Mas, em conclusão, continuo achando muito positiva a criação da ONU, assim como reconheço a importância de sua influência para a redução dos abusos dos Estados mais poderosos e também das discriminações sociais no interior dos Estados.
Ana Beatriz Prudente – O senhor foi o primeiro professor titular da disciplina de Teoria Geral do Estado da Faculdade de Direito da USP. Qual a importância dessa disciplina na ciência jurídica? E qual é a importância dela para a formação dos profissionais do Direito?
Dalmo de Abreu Dallari – A Teoria do Estado foi criada quando já estava superada a situação de poder superior, acima de qualquer limitação jurídica, das camadas superiores da sociedade. Afirma-se, então, a noção de poder jurídico associado ao poder político, ganhando então grande relevância a figura do Estado. Foi na sequência dessa inovação que se teve consciência da necessidade de disciplinar juridicamente o Estado, tornando claro e preciso o significado dessa expressão, para ter claras também a natureza política e jurídica desse centro de poder. Foi nessa circunstância histórica, na passagem do século dezenove para o século vinte, que o jurista alemão George Jellinek efetivou uma concepção dessa entidade que associava fatores políticos a limitações de natureza jurídica. Tendo em conta o papel muito relevante na vida das pessoas e das organizações sociais, torna-se de grande importância a fixação dos poderes e das limitações do Estado, sendo de fundamental importância sua disciplina jurídica. É necessário, então, conhecer o Estado, seus poderes, competências e limitações, para os que atuam na área jurídica.

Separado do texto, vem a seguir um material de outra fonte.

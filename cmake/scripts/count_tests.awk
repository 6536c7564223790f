# Reads the JUnit files of ctest and prints `PASSED FAILED`.
#
# An executable of doctest counts as many tests as it has cases; any other test counts as one. A test that failed
# without a failed case (a crash, a missing executable) counts as one failed, and so does an executable without cases.

/<testcase / {
    status = $0
    sub(/.* status="/, "", status)
    sub(/".*/, "", status)
    cases_passed = -1
    cases_failed = 0
}
/^(\t*<system-out>)?\[doctest\] test cases:/ {
    line = $0
    gsub(/[^0-9]+/, " ", line)
    split(line, number, " ")
    cases_passed = (cases_passed < 0 ? 0 : cases_passed) + number[2]
    cases_failed += number[3]
}
/<\/testcase>/ {
    if (status == "disabled" || status == "notrun") {
        failed += 1
    } else if (cases_passed < 0) {
        if (status == "run") passed += 1
        else failed += 1
    } else {
        if (cases_passed + cases_failed == 0) cases_failed = 1
        if (status != "run" && cases_failed == 0) cases_failed = 1
        passed += cases_passed
        failed += cases_failed
    }
}
END { printf "%d %d\n", passed, failed }
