#pragma once
// What fits share: trial values, and the run behind a fit over time.

#include <tepor/base/error.hpp>
#include <tepor/body/body.hpp>
#include <tepor/describe/quantity.hpp>
#include <vector>

namespace tepor::detail {

/// Values outside a parameter's range are refused by the body: a trial there is no solution.
inline bool set_if_allowed(Body& body, const Parameter& parameter, double value) {
    try {
        body.set(parameter, value);
        return true;
    } catch (const Error& error) {
        if (error.code() == ErrorCode::bad_value) return false;
        throw;
    }
}

/// What a fit over time marches with.
class FitRun {
  public:
    FitRun() = default;
    FitRun(const FitRun&) = delete;
    FitRun& operator=(const FitRun&) = delete;
    virtual ~FitRun() = default;
    /// Value at a time of the march of `body`, and its slope by the parameters.
    virtual double predict(const Body& body, const Quantity& quantity, double time,
                           const std::vector<Parameter>& parameters, std::vector<double>& slope) const = 0;
};

} // namespace tepor::detail
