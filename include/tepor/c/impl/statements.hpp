#pragma once
// Statements with many members, made of C values.

#include <tepor/c/impl/handles.hpp>

namespace tepor::c {

inline Material material(Conductivity conductivity, const tepor_value& density, const tepor_value& specific_heat) {
    Material m;
    m.conductivity = std::move(conductivity);
    m.density = value_of(density);
    m.specific_heat = value_of(specific_heat);
    return m;
}

inline Material melting(const tepor_value& conductivity, const tepor_value& density, const tepor_value& specific_heat,
                        const tepor_value& latent_heat, const tepor_value& solidus, const tepor_value& liquidus) {
    Material m = material(value_of(conductivity), density, specific_heat);
    m.latent.heat = value_of(latent_heat);
    m.latent.solidus = value_of(solidus);
    m.latent.liquidus = value_of(liquidus);
    return m;
}

inline SideFilm bar_film(const tepor_value& coefficient, const tepor_value& fluid, const tepor_value& perimeter) {
    return {.coefficient = value_of(coefficient), .fluid = value_of(fluid), .perimeter = value_of(perimeter)};
}

inline SideFilm plate_film(const tepor_value& coefficient, const tepor_value& fluid, const tepor_value& thickness,
                           int32_t wet_sides) {
    return {.coefficient = value_of(coefficient),
            .fluid = value_of(fluid),
            .thickness = value_of(thickness),
            .wet_sides = wet_sides};
}

} // namespace tepor::c
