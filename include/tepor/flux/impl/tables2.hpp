#pragma once
// Builds the tables of the order-2 flux from monomials: exact integrals, one 12 x 12 elimination.

#include <cmath>
#include <tepor/flux/tables2.hpp>
#include <utility>

namespace tepor::detail {

/// Monomials 1, x, y, x^2, x y, y^2 by their exponents.
inline constexpr int monomial_x[6] = {0, 1, 0, 2, 1, 0};
inline constexpr int monomial_y[6] = {0, 0, 1, 0, 1, 2};

/// Integral of x^i y^j over the unit triangle: i! j! / (i + j + 2)!.
constexpr double monomial_integral(int i, int j) noexcept {
    double value = 1.0; // i! j! / (i + j + 2)! without large factorials
    for (int m = 1; m <= j; ++m) value *= static_cast<double>(m) / (i + m);
    return value / ((i + j + 1.0) * (i + j + 2.0));
}

/// Integral over side `side` of the outflow of the monomial field (component, m) times the Legendre polynomial l.
inline double side_functional(int side, int l, int component, int m) {
    constexpr double corner[4][2] = {{0, 0}, {1, 0}, {0, 1}, {0, 0}};
    // three Gauss points on [0,1]: exact to degree 5; DLMF section 3.5(v)
    const double root = std::sqrt(0.15);
    const double at[3] = {0.5 - root, 0.5, 0.5 + root};
    const double weight[3] = {5.0 / 18, 8.0 / 18, 5.0 / 18};
    const double dx = corner[side + 1][0] - corner[side][0];
    const double dy = corner[side + 1][1] - corner[side][1];
    const double normal = component == 0 ? dy : -dx;
    double sum = 0.0;
    for (int q = 0; q < 3; ++q) {
        const double t = at[q];
        const double x = corner[side][0] + t * dx, y = corner[side][1] + t * dy;
        const double legendre = l == 0 ? 1.0 : l == 1 ? 2 * t - 1 : 6 * t * t - 6 * t + 1;
        sum += weight[q] * legendre * normal * std::pow(x, monomial_x[m]) * std::pow(y, monomial_y[m]);
    }
    return sum;
}

/// Integral of monomial m times x^i y^j.
inline double with_monomial(int m, int i, int j) noexcept {
    return monomial_integral(monomial_x[m] + i, monomial_y[m] + j);
}

inline double dof_functional(int dof, int component, int m) {
    if (dof < 9) return side_functional(dof / 3, dof % 3, component, m);
    if (dof < 11) return component == dof - 9 ? with_monomial(m, 0, 0) : 0.0;
    // against (1 - 3 y, 3 x - 1) = sum over i of lambda_i grad lambda_{i+1} - lambda_{i+1} grad lambda_i
    return component == 0 ? with_monomial(m, 0, 0) - 3 * with_monomial(m, 0, 1)
                          : 3 * with_monomial(m, 1, 0) - with_monomial(m, 0, 0);
}

/// In-place inverse with row pivoting; the tables' matrices are small and well conditioned.
template <std::size_t N>
void invert_small(double (&a)[N][N]) {
    double inverse[N][N] = {};
    for (std::size_t i = 0; i < N; ++i) inverse[i][i] = 1.0;
    for (std::size_t k = 0; k < N; ++k) {
        std::size_t p = k;
        for (std::size_t i = k + 1; i < N; ++i)
            if (std::abs(a[i][k]) > std::abs(a[p][k])) p = i;
        for (std::size_t j = 0; j < N; ++j) {
            std::swap(a[k][j], a[p][j]);
            std::swap(inverse[k][j], inverse[p][j]);
        }
        const double pivot = 1.0 / a[k][k];
        for (std::size_t j = 0; j < N; ++j) {
            a[k][j] *= pivot;
            inverse[k][j] *= pivot;
        }
        for (std::size_t i = 0; i < N; ++i) {
            if (i == k || a[i][k] == 0.0) continue;
            const double f = a[i][k];
            for (std::size_t j = 0; j < N; ++j) {
                a[i][j] -= f * a[k][j];
                inverse[i][j] -= f * inverse[k][j];
            }
        }
    }
    for (std::size_t i = 0; i < N; ++i)
        for (std::size_t j = 0; j < N; ++j) a[i][j] = inverse[i][j];
}

inline FluxTables2 build_flux_tables2() {
    FluxTables2 t{};
    // Gram matrix of the monomials = L L^T; a polynomial with monomial coefficients p has basis coefficients L^T p.
    double l[6][6] = {};
    for (int i = 0; i < 6; ++i)
        for (int j = 0; j <= i; ++j) {
            double sum = with_monomial(i, monomial_x[j], monomial_y[j]);
            for (int k = 0; k < j; ++k) sum -= l[i][k] * l[j][k];
            l[i][j] = i == j ? std::sqrt(sum) : sum / l[j][j];
        }
    const auto basis = [&](const double* p, double* c) {
        for (int k = 0; k < 6; ++k) {
            c[k] = 0.0;
            for (int i = k; i < 6; ++i) c[k] += l[i][k] * p[i];
        }
    };
    double v[12][12]; // functional of each monomial field; its inverse holds the dual fields as columns
    for (int d = 0; d < 12; ++d)
        for (int m = 0; m < 12; ++m) v[d][m] = dof_functional(d, m / 6, m % 6);
    invert_small(v);
    for (int d = 0; d < 12; ++d)
        for (int c = 0; c < 2; ++c) {
            double p[6];
            for (int m = 0; m < 6; ++m) p[m] = v[6 * c + m][d];
            basis(p, t.dual[d][c]);
            for (int k = 0; k < 6; ++k) t.size[d] += t.dual[d][c][k] * t.dual[d][c][k];
        }
    for (double& size : t.size) size = std::sqrt(size);
    // Patch fields: dof 9 is -(M_0 + M_1)/2, dof 10 is (N_0 + N_1)/2 beside the divergence part; side 2 runs towards vertex 0,
    // which flips the sign of odd moments.
    const auto add = [&](int field, int dof, double factor) {
        for (int c = 0; c < 2; ++c)
            for (int k = 0; k < 6; ++k) t.patch[field][c][k] += factor * t.dual[dof][c][k];
    };
    for (int i = 0; i < 3; ++i) add(i, i, -1.0);
    for (int i = 0; i < 3; ++i) add(3 + i, 6 + i, i == 1 ? -1.0 : 1.0);
    for (int i = 0; i < 2; ++i) {
        add(i, 9, -0.5);
        add(3 + i, 10, 0.5);
    }
    add(6, 11, 1.0);
    add(7, 9, 1.0);
    add(8, 10, 1.0);
    for (int i = 0; i < FluxTables2::fields; ++i)
        for (int j = 0; j < FluxTables2::fields; ++j)
            for (int k = 0; k < 6; ++k) {
                t.xx[i][j] += t.patch[i][0][k] * t.patch[j][0][k];
                t.yy[i][j] += t.patch[i][1][k] * t.patch[j][1][k];
                t.xy[i][j] += t.patch[i][0][k] * t.patch[j][1][k] + t.patch[i][1][k] * t.patch[j][0][k];
            }
    // Shape functions in monomials, nodes: vertices, then the middles of sides 0, 1, 2.
    constexpr double shape[6][6] = {{1, -3, -3, 2, 4, 2}, {0, -1, 0, 2, 0, 0}, {0, 0, -1, 0, 0, 2},
                                    {0, 4, 0, -4, -4, 0}, {0, 0, 0, 0, 4, 0},  {0, 0, 4, 0, -4, -4}};
    for (int n = 0; n < 6; ++n) basis(shape[n], t.shape[n]);
    for (int n = 0; n < 6; ++n)
        for (int k = 0; k < 6; ++k) t.at_node[k][n] = t.shape[n][k]; // N_n = sum of shape[n][k] times basis k
    invert_small(t.at_node);
    constexpr double linear[3][6] = {{1, -1, -1, 0, 0, 0}, {0, 1, 0, 0, 0, 0}, {0, 0, 1, 0, 0, 0}};
    for (int n = 0; n < 3; ++n) basis(linear[n], t.linear[n]);
    constexpr int node[3] = {0, 3, 5};
    for (int i = 0; i < FluxTables2::fields; ++i)
        for (int c = 0; c < 2; ++c)
            for (int n = 0; n < 3; ++n)
                for (int k = 0; k < 6; ++k) t.load[i][c][n] += t.patch[i][c][k] * t.shape[node[n]][k];
    return t;
}

TEPOR_INLINE const FluxTables2& flux_tables2() {
    static const FluxTables2 tables = build_flux_tables2();
    return tables;
}

} // namespace tepor::detail
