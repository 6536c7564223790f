#pragma once
// Statements added on purpose, and statements replaced.

#include <tepor/c/impl/handles.hpp>
#include <tepor/c/impl/statements.hpp>

extern "C" {

tepor_status tepor_body_also_in_generation_per_volume(tepor_session* session, tepor_body* body, const char* region,
                                                      tepor_value watts_per_m3) {
    return tepor::c::run(session, body && region, [&] {
        using tepor::c::value_of;
        body->body.also_in(region, tepor::Generation{.per_volume = value_of(watts_per_m3)});
    });
}
tepor_status tepor_body_also_in_generation_total(tepor_session* session, tepor_body* body, const char* region,
                                                 tepor_value watts) {
    return tepor::c::run(session, body && region, [&] {
        using tepor::c::value_of;
        body->body.also_in(region, tepor::Generation{.total = value_of(watts)});
    });
}
tepor_status tepor_body_also_in_side_film_bar(tepor_session* session, tepor_body* body, const char* region,
                                              tepor_value coefficient, tepor_value fluid, tepor_value perimeter) {
    return tepor::c::run(session, body && region, [&] {
        using tepor::c::value_of;
        body->body.also_in(region, tepor::c::bar_film(coefficient, fluid, perimeter));
    });
}
tepor_status tepor_body_also_in_side_film_plate(tepor_session* session, tepor_body* body, const char* region,
                                                tepor_value coefficient, tepor_value fluid, tepor_value thickness,
                                                int32_t wet_sides) {
    return tepor::c::run(session, body && region, [&] {
        using tepor::c::value_of;
        body->body.also_in(region, tepor::c::plate_film(coefficient, fluid, thickness, wet_sides));
    });
}
tepor_status tepor_body_also_on_film(tepor_session* session, tepor_body* body, const char* face,
                                     tepor_value coefficient, tepor_value fluid) {
    return tepor::c::run(session, body && face, [&] {
        using tepor::c::value_of;
        body->body.also_on(face, tepor::Film{.coefficient = value_of(coefficient), .fluid = value_of(fluid)});
    });
}
tepor_status tepor_body_also_on_radiation(tepor_session* session, tepor_body* body, const char* face,
                                          tepor_value emissivity, tepor_value surroundings) {
    return tepor::c::run(session, body && face, [&] {
        using tepor::c::value_of;
        body->body.also_on(
            face, tepor::Radiation{.emissivity = value_of(emissivity), .surroundings = value_of(surroundings)});
    });
}
tepor_status tepor_body_also_on_flux_into(tepor_session* session, tepor_body* body, const char* face,
                                          tepor_value flux) {
    return tepor::c::run(session, body && face, [&] {
        using tepor::c::value_of;
        body->body.also_on(face, tepor::Flux{.into = value_of(flux)});
    });
}
tepor_status tepor_body_also_on_flux_out_of(tepor_session* session, tepor_body* body, const char* face,
                                            tepor_value flux) {
    return tepor::c::run(session, body && face, [&] {
        using tepor::c::value_of;
        body->body.also_on(face, tepor::Flux{.out_of = value_of(flux)});
    });
}
tepor_status tepor_body_replace_in_material(tepor_session* session, tepor_body* body, const char* region,
                                            tepor_value conductivity, tepor_value density, tepor_value specific_heat) {
    return tepor::c::run(session, body && region, [&] {
        using tepor::c::value_of;
        body->body.replace(region, tepor::c::material(value_of(conductivity), density, specific_heat));
    });
}
tepor_status tepor_body_replace_in_orthotropic(tepor_session* session, tepor_body* body, const char* region,
                                               tepor_value along_x, tepor_value along_y, tepor_value density,
                                               tepor_value specific_heat) {
    return tepor::c::run(session, body && region, [&] {
        using tepor::c::value_of;
        body->body.replace(region, tepor::c::material(tepor::orthotropic(value_of(along_x), value_of(along_y)), density,
                                                      specific_heat));
    });
}
tepor_status tepor_body_replace_in_tensor(tepor_session* session, tepor_body* body, const char* region, tepor_value xx,
                                          tepor_value xy, tepor_value yy, tepor_value density,
                                          tepor_value specific_heat) {
    return tepor::c::run(session, body && region, [&] {
        using tepor::c::value_of;
        body->body.replace(region, tepor::c::material(tepor::tensor(value_of(xx), value_of(xy), value_of(yy)), density,
                                                      specific_heat));
    });
}
tepor_status tepor_body_replace_in_melting(tepor_session* session, tepor_body* body, const char* region,
                                           tepor_value conductivity, tepor_value density, tepor_value specific_heat,
                                           tepor_value latent_heat, tepor_value solidus, tepor_value liquidus) {
    return tepor::c::run(session, body && region, [&] {
        using tepor::c::value_of;
        body->body.replace(region,
                           tepor::c::melting(conductivity, density, specific_heat, latent_heat, solidus, liquidus));
    });
}
tepor_status tepor_body_replace_in_generation_per_volume(tepor_session* session, tepor_body* body, const char* region,
                                                         tepor_value watts_per_m3) {
    return tepor::c::run(session, body && region, [&] {
        using tepor::c::value_of;
        body->body.replace(region, tepor::Generation{.per_volume = value_of(watts_per_m3)});
    });
}
tepor_status tepor_body_replace_in_generation_total(tepor_session* session, tepor_body* body, const char* region,
                                                    tepor_value watts) {
    return tepor::c::run(session, body && region, [&] {
        using tepor::c::value_of;
        body->body.replace(region, tepor::Generation{.total = value_of(watts)});
    });
}
tepor_status tepor_body_replace_in_side_film_bar(tepor_session* session, tepor_body* body, const char* region,
                                                 tepor_value coefficient, tepor_value fluid, tepor_value perimeter) {
    return tepor::c::run(session, body && region, [&] {
        using tepor::c::value_of;
        body->body.replace(region, tepor::c::bar_film(coefficient, fluid, perimeter));
    });
}
tepor_status tepor_body_replace_in_side_film_plate(tepor_session* session, tepor_body* body, const char* region,
                                                   tepor_value coefficient, tepor_value fluid, tepor_value thickness,
                                                   int32_t wet_sides) {
    return tepor::c::run(session, body && region, [&] {
        using tepor::c::value_of;
        body->body.replace(region, tepor::c::plate_film(coefficient, fluid, thickness, wet_sides));
    });
}
tepor_status tepor_body_replace_on_film(tepor_session* session, tepor_body* body, const char* face,
                                        tepor_value coefficient, tepor_value fluid) {
    return tepor::c::run(session, body && face, [&] {
        using tepor::c::value_of;
        body->body.replace(face, tepor::Film{.coefficient = value_of(coefficient), .fluid = value_of(fluid)});
    });
}
tepor_status tepor_body_replace_on_radiation(tepor_session* session, tepor_body* body, const char* face,
                                             tepor_value emissivity, tepor_value surroundings) {
    return tepor::c::run(session, body && face, [&] {
        using tepor::c::value_of;
        body->body.replace(
            face, tepor::Radiation{.emissivity = value_of(emissivity), .surroundings = value_of(surroundings)});
    });
}
tepor_status tepor_body_replace_on_flux_into(tepor_session* session, tepor_body* body, const char* face,
                                             tepor_value flux) {
    return tepor::c::run(session, body && face, [&] {
        using tepor::c::value_of;
        body->body.replace(face, tepor::Flux{.into = value_of(flux)});
    });
}
tepor_status tepor_body_replace_on_flux_out_of(tepor_session* session, tepor_body* body, const char* face,
                                               tepor_value flux) {
    return tepor::c::run(session, body && face, [&] {
        using tepor::c::value_of;
        body->body.replace(face, tepor::Flux{.out_of = value_of(flux)});
    });
}
tepor_status tepor_body_replace_on_fixed_temperature(tepor_session* session, tepor_body* body, const char* face,
                                                     tepor_value temperature) {
    return tepor::c::run(session, body && face, [&] {
        using tepor::c::value_of;
        body->body.replace(face, tepor::FixedTemperature{.temperature = value_of(temperature)});
    });
}
tepor_status tepor_body_replace_between_conductance(tepor_session* session, tepor_body* body, const char* region,
                                                    const char* other, tepor_value conductance) {
    return tepor::c::run(session, body && region && other, [&] {
        body->body.replace(region, other, tepor::Contact{.conductance = tepor::c::value_of(conductance)});
    });
}
tepor_status tepor_body_replace_between_resistance(tepor_session* session, tepor_body* body, const char* region,
                                                   const char* other, tepor_value resistance) {
    return tepor::c::run(session, body && region && other, [&] {
        body->body.replace(region, other, tepor::Contact{.resistance = tepor::c::value_of(resistance)});
    });
}

} // extern "C"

Ana Beatriz Prudente – Hoje, os movimentos sociais aparecem com frequência na imprensa sempre pleiteando por direitos sociais. O senhor pode explicar aos nossos leitores qual é o papel dos movimentos sociais na construção das políticas públicas?
Dalmo de Abreu Dallari – Os chamados movimentos sociais são manifestações de pessoas de algum interesse comum, tendo objetivos diversos, como a apresentação de reivindicações, a expressão de críticas e objeções sobre temas e atos de interesse dos grupos ou de toda a sociedade, podendo também ser manifestações de apoio a atos e propostas de autoridades públicas ou mesmo de entidades ou dirigentes de segmentos privados, quando afetem ou possam afetar os interesses de grupos ou segmentos socais, ou então de toda a sociedade ou de um setor determinado.
Os movimentos sociais já tiveram muitas vezes e poderão ter muita influência sobre a orientação, as propostas e até mesmo as críticas expressadas ou sugeridas por entidades coletivas, públicas ou privadas, ou por seus dirigentes, que possam ter consequências sobre os direitos e interesses de toda a sociedade ou de setores ou grupos específicos.
*Este texto não reflete, necessariamente, a opinião da Revista Fórum.